▶ **EXERCISE**
Which lines of the data hold the word "ivCtx"? Copy all of them.

▶ **AVAILABLE DATA**
______
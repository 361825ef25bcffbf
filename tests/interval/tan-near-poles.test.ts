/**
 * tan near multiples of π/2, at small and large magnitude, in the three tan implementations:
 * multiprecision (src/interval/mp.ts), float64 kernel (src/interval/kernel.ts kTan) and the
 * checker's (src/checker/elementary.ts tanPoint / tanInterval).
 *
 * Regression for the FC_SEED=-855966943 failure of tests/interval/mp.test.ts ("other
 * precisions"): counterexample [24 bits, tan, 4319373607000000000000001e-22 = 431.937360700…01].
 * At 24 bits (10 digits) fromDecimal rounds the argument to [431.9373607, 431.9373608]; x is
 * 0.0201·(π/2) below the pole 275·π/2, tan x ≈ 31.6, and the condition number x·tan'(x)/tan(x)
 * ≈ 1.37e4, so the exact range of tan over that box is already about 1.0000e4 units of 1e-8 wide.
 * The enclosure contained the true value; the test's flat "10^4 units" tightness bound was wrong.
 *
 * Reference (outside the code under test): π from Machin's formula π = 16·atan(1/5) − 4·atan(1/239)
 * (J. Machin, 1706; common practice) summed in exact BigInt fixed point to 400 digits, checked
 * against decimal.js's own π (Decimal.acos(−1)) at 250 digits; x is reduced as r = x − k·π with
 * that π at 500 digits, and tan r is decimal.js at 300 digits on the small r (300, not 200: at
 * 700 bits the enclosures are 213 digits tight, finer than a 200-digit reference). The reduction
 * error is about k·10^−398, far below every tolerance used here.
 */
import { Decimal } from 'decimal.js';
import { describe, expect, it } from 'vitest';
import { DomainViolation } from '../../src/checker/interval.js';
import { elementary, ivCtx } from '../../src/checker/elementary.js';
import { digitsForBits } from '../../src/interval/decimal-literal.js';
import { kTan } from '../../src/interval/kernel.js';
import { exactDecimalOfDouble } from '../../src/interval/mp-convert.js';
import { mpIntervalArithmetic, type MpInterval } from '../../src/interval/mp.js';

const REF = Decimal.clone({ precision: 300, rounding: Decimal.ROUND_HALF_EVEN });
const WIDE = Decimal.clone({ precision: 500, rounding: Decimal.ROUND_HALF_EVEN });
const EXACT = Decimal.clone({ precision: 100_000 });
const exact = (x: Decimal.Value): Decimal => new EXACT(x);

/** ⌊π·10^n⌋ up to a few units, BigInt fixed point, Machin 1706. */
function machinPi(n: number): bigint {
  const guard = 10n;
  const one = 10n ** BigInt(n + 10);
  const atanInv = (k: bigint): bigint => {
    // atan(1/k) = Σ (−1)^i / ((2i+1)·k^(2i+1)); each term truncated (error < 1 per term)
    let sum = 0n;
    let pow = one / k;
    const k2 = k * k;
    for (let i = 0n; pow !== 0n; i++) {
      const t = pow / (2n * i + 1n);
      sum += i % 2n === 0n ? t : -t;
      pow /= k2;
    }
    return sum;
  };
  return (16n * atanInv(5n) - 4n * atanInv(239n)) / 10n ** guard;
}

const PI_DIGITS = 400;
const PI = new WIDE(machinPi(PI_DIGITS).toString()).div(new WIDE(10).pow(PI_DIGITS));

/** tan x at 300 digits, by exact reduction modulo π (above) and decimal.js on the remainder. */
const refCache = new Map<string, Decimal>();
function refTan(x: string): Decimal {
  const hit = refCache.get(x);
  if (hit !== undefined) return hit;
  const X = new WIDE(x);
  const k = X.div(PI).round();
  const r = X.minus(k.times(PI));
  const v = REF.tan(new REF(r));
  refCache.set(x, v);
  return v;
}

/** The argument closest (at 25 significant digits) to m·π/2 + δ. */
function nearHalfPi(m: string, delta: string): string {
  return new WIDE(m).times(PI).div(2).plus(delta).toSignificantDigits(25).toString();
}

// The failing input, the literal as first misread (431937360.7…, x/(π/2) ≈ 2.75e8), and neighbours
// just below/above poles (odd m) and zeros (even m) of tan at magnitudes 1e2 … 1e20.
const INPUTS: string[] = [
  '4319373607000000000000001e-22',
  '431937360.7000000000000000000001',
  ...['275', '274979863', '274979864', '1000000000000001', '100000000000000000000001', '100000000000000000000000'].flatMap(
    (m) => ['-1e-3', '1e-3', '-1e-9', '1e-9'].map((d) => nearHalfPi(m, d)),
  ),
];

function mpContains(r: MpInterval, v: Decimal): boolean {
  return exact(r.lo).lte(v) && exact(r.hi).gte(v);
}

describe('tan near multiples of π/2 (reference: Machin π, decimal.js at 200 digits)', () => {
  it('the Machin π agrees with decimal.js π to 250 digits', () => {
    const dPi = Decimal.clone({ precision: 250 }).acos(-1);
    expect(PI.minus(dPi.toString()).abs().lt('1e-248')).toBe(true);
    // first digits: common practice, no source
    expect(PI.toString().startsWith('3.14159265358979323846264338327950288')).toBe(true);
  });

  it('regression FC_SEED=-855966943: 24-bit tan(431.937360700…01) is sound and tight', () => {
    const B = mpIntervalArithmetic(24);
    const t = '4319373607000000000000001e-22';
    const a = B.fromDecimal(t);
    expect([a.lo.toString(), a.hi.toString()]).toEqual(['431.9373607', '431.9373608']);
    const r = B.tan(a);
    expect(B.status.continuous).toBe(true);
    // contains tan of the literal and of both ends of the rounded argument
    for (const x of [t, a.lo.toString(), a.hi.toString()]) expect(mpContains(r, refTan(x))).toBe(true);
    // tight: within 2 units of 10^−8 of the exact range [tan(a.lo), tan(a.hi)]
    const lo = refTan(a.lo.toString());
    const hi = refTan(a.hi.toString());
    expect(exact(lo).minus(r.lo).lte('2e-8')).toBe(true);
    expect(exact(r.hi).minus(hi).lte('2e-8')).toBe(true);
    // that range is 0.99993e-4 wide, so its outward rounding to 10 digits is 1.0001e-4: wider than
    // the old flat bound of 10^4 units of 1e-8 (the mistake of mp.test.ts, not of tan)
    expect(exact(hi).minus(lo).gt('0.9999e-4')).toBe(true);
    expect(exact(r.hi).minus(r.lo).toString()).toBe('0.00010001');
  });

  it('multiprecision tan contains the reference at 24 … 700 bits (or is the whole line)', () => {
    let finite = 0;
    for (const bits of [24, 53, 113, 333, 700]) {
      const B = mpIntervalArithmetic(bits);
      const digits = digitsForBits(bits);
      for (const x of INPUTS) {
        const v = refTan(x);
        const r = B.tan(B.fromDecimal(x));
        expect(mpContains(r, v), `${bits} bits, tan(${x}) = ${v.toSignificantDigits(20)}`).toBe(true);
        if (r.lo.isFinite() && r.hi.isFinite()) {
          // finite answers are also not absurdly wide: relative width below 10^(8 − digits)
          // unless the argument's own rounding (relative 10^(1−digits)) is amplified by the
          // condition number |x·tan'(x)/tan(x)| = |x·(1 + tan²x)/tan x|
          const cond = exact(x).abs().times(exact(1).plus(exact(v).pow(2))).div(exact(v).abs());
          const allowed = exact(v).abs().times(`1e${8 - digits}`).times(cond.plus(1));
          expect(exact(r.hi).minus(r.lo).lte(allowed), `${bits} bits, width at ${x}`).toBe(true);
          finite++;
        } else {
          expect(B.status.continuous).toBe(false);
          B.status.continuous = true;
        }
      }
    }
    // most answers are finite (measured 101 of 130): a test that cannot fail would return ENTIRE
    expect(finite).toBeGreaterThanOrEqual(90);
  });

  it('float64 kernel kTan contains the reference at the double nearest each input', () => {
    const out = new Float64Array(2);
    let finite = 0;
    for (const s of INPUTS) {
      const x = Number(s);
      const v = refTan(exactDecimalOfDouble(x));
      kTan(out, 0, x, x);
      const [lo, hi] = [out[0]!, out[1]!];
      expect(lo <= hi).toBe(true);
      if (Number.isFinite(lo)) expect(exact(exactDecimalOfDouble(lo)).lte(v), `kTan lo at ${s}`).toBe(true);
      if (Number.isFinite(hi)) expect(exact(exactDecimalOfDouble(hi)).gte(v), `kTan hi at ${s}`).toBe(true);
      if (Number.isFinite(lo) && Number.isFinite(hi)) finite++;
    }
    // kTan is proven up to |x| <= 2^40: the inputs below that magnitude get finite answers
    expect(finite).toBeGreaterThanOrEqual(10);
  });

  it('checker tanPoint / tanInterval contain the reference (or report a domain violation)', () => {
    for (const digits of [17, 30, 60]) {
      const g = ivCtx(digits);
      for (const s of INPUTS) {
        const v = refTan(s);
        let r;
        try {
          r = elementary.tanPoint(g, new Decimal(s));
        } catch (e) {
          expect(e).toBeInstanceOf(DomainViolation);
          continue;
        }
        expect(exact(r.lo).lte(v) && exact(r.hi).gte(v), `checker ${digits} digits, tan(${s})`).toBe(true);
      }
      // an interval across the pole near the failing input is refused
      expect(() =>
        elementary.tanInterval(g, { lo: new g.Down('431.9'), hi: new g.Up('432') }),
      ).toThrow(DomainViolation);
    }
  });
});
______
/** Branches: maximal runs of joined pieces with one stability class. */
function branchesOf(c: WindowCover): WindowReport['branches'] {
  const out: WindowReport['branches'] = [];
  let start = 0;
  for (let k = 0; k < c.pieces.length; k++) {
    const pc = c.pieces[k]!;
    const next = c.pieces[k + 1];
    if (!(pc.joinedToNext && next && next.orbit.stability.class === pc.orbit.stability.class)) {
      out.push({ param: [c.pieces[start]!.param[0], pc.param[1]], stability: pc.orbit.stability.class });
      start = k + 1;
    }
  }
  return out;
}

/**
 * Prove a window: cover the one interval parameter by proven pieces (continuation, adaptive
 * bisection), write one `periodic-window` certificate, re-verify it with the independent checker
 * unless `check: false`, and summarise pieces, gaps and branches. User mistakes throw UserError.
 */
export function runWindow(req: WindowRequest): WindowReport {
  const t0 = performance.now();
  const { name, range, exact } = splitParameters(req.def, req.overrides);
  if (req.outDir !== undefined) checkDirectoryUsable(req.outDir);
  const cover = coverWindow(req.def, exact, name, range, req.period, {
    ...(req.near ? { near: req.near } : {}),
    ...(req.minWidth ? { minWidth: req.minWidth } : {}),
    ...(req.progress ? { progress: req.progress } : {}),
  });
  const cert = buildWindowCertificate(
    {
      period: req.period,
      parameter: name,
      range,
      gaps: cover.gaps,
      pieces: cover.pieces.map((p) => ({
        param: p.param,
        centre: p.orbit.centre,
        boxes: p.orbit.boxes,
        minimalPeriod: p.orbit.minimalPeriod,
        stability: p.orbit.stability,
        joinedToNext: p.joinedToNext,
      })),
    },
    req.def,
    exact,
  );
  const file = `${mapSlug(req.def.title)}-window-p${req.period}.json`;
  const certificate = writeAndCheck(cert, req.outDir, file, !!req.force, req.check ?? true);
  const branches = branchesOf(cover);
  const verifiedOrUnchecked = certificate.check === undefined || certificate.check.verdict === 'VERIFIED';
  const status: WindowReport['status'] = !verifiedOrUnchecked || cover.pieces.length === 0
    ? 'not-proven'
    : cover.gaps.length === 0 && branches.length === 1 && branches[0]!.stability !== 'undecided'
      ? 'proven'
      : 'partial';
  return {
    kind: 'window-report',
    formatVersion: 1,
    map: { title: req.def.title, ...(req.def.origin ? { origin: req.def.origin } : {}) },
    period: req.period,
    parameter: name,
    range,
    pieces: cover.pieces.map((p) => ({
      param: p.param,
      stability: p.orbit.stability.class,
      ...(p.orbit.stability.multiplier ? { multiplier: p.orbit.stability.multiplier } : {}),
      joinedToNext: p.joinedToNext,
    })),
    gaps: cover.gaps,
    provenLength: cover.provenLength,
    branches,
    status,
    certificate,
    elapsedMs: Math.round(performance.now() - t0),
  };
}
______
▶ **TASK ANSWER**
import { elementary, ivCtx } from '../../src/checker/elementary.js';
      const g = ivCtx(digits);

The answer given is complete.